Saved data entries

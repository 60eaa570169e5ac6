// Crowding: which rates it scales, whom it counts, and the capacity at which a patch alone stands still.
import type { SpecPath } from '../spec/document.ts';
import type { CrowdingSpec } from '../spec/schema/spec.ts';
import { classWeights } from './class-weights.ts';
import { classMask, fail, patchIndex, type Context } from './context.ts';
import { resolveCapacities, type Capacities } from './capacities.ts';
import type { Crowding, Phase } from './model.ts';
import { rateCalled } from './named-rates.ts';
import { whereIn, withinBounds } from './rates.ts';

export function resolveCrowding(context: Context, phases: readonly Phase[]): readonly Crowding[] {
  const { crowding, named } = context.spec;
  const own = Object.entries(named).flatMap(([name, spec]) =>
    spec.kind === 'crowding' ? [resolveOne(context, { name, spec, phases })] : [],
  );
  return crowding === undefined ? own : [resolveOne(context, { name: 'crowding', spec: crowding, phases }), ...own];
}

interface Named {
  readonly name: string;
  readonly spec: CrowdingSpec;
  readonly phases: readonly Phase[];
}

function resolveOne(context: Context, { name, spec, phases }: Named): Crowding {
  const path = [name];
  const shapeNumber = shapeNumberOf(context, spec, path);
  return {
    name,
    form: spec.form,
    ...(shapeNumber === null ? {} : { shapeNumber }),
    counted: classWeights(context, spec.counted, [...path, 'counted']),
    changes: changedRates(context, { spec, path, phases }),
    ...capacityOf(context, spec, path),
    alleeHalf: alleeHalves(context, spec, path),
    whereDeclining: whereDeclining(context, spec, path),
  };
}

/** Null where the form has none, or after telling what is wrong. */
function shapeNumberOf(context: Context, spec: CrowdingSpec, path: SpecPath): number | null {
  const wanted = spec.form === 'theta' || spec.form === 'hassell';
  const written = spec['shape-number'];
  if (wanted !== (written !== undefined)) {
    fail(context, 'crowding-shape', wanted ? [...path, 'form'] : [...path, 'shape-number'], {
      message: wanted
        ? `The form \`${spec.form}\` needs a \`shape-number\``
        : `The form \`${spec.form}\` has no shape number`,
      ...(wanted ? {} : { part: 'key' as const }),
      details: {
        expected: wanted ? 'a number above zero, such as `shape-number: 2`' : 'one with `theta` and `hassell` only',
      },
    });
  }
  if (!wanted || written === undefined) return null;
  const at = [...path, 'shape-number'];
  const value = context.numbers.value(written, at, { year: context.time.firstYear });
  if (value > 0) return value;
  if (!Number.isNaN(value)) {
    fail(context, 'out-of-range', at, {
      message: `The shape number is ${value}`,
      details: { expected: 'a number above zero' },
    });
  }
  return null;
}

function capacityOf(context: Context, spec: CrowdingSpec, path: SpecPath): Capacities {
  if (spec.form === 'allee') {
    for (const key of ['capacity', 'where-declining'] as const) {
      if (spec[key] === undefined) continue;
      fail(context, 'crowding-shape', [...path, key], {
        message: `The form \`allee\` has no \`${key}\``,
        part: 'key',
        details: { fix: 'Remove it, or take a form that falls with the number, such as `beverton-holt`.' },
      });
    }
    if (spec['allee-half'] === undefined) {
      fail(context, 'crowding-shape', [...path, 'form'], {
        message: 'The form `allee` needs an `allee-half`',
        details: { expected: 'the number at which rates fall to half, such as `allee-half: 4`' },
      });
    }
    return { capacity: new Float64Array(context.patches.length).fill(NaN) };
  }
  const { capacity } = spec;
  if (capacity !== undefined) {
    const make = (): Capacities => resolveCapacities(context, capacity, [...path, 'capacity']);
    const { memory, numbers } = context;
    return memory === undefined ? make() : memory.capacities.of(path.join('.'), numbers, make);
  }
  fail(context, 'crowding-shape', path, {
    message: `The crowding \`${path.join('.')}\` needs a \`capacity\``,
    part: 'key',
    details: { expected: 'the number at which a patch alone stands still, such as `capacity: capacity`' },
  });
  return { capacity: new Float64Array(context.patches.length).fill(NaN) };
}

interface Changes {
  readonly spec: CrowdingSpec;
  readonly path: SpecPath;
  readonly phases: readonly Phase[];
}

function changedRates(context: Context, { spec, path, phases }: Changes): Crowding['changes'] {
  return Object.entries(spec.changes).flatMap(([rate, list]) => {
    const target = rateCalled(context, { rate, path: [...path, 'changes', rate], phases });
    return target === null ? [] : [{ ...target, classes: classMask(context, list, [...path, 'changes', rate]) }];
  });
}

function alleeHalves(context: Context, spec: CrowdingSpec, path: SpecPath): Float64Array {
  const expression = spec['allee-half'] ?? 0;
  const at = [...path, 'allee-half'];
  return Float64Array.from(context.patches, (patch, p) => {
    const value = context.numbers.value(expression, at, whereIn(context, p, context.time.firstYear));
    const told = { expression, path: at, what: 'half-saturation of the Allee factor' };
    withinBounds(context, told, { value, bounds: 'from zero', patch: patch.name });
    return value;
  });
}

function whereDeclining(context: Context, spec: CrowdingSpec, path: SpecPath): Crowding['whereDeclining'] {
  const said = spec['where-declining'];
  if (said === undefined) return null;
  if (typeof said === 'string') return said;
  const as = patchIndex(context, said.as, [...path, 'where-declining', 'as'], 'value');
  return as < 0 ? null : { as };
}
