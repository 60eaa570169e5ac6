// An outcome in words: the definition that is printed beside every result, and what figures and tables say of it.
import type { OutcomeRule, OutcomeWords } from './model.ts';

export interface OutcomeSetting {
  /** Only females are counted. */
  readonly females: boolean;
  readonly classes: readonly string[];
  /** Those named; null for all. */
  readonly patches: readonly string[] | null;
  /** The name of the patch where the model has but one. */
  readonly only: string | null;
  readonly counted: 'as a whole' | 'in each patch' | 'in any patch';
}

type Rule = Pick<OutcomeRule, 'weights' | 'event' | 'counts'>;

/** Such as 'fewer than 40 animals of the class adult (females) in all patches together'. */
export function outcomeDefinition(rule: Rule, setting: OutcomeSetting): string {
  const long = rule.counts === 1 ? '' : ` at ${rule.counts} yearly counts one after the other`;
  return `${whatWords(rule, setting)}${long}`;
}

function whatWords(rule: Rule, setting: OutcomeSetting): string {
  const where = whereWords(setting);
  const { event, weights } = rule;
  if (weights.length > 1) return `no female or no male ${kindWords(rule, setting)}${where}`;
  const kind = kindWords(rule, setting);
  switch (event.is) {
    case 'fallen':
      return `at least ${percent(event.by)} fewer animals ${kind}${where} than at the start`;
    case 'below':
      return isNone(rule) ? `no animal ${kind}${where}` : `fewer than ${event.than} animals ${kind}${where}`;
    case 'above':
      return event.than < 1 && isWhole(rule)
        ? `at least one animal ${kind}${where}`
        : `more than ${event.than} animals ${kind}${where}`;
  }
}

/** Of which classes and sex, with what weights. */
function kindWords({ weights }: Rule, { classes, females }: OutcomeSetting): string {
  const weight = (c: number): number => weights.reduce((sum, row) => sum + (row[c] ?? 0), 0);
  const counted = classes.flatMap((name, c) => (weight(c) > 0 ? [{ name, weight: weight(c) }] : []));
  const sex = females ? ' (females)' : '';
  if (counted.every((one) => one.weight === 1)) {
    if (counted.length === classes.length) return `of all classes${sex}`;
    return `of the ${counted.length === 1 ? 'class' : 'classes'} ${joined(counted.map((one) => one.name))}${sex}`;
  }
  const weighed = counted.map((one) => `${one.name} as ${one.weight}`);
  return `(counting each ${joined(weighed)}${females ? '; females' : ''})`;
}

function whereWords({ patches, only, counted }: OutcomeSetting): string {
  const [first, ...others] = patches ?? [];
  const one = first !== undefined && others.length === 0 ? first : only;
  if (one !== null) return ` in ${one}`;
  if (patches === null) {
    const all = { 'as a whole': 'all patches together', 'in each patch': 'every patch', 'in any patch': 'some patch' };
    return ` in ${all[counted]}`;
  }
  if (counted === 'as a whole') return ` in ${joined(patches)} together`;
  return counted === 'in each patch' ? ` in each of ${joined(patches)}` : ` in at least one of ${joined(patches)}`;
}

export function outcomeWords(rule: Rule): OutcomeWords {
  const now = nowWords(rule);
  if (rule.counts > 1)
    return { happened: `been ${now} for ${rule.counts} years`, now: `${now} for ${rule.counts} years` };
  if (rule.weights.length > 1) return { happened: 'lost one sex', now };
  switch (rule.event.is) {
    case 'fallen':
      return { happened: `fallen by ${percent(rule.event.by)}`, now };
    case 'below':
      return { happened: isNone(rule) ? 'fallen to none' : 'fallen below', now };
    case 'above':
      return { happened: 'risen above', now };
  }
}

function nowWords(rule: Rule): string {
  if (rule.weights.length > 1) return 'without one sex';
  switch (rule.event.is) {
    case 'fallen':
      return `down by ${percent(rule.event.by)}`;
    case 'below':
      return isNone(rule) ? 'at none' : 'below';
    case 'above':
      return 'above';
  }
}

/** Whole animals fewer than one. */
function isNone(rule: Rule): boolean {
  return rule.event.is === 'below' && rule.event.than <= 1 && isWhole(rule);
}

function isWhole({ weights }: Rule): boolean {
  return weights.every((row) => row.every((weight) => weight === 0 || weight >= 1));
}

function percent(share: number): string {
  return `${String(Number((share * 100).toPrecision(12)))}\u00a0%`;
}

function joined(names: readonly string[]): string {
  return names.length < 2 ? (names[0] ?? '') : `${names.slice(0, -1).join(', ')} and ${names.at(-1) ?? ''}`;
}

■ What you need to do
Where in the records above does the word "alleeHalves" appear? Copy each line that holds it.

■ Response
    alleeHalf: alleeHalves(context, spec, path),
function alleeHalves(context: Context, spec: CrowdingSpec, path: SpecPath): Float64Array {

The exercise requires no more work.